◆ DIRECTIONS FOR THIS TASK
Provide only the number of lines in the records where "error" appears.

(Data records)
####################
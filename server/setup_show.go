package server

import (
	"net/http"
	"strings"

	"github.com/labstack/echo/v4"

	"tripwell/forms"
	"tripwell/store"
)

// setupPage shows what tests are made with and judged by: instruments, plans and limit sets.
type setupPage struct {
	Frame
	Heading, NewInstrument string
	Instruments            []instrumentRow
	Plans                  []planRow
	LimitSets              []limitSetRow
	Forms                  []link
	UsualPlaces            string // "" for who may not change them
	Trust                  bool   // phones are to be told to trust this server
}

type planRow struct{ Href, Name, Kinds, Every, Source, Status string }

// limitSetRow is a limit set in the list of them; its limits stand on a page of their own.
type limitSetRow struct{ Href, Name, Kinds, Revision, Limits string }

func (s *Server) setupShow(c echo.Context) error {
	view := setupPage{Frame: s.frame(c, s.words.Say("office.setup.title"), "set-up"), Heading: s.words.Say("office.setup.heading")}
	_, view.Trust = s.certificates.(*Authority)
	if view.Change {
		view.NewInstrument, view.UsualPlaces = "/instruments/new", "/usual-places"
	}
	err := s.store.View(scope(c), func(v *store.View) error {
		instruments, err := v.Instruments()
		if err != nil {
			return err
		}
		for _, i := range instruments {
			view.Instruments = append(view.Instruments, s.instrumentRow(i, forms.DayOf(s.store.Now())))
		}
		plans, err := v.Plans()
		if err != nil {
			return err
		}
		for _, p := range plans {
			view.Plans = append(view.Plans, s.planRow(p, ""))
		}
		sets, err := v.LimitSets()
		if err != nil {
			return err
		}
		view.LimitSets = s.limitSetRows(sets)
		asked, err := v.Forms()
		if err != nil {
			return err
		}
		for _, f := range asked {
			view.Forms = append(view.Forms, link{Href: formHref(f), Text: s.formName(f)})
		}
		return nil
	})
	if err != nil {
		return err
	}
	return s.page(c, http.StatusOK, "setup.html", view)
}

func (s *Server) kinds(codes []string) string {
	var names []string
	for _, kind := range codes {
		names = append(names, s.ink().named("kind", kind))
	}
	return strings.Join(names, ", ")
}

func (s *Server) planRow(p *forms.Plan, site string) planRow {
	return planRow{Href: planHref(p.ID, site), Name: s.planName(p), Kinds: s.kinds(p.Kinds), Every: s.every(p), Source: p.Source, Status: status(p.Source, p.Status)}
}

// every says a plan's interval in words: once in each calendar month; at most 12 months apart.
func (s *Server) every(p *forms.Plan) string {
	k := s.ink()
	i, err := forms.ParseInterval(p.Every)
	if err != nil {
		return p.Every
	}
	text := s.interval(i)
	if p.Duty == forms.NotToExceed {
		return k.say("office.every.at_most", "n", text)
	}
	switch {
	case i == forms.Interval{Months: 1}:
		return k.say("office.every.month")
	case i == forms.Interval{Months: 12}:
		return k.say("office.every.year")
	}
	return k.say("office.every.once", "n", text)
}

func (s *Server) interval(i forms.Interval) string {
	k := s.ink()
	var parts []string
	if i.Months != 0 {
		parts = append(parts, k.say("office.every.m", "n", i.Months))
	}
	if i.Days != 0 {
		parts = append(parts, k.say("office.every.d", "n", i.Days))
	}
	return strings.Join(parts, " ")
}

// status says how well a source is known, where the source does not say so itself.
func status(source, status string) string {
	if strings.HasPrefix(source, status) {
		return ""
	}
	return status
}

// limitSetRows lists each limit set with its newest revision.
func (s *Server) limitSetRows(sets []*forms.LimitSet) []limitSetRow {
	newest := map[string]*forms.LimitSet{}
	for _, set := range sets {
		if have := newest[set.ID]; have == nil || set.Revision > have.Revision {
			newest[set.ID] = set
		}
	}
	var out []limitSetRow
	for _, id := range sortedKeys(newest) {
		set := newest[id]
		out = append(out, limitSetRow{Href: "/limits/" + id, Name: s.setName(set), Kinds: s.kinds(set.Kinds), Revision: count(set.Revision), Limits: count(len(set.Limits))})
	}
	return out
}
####################
◆ OUTPUT OF THE TASK
2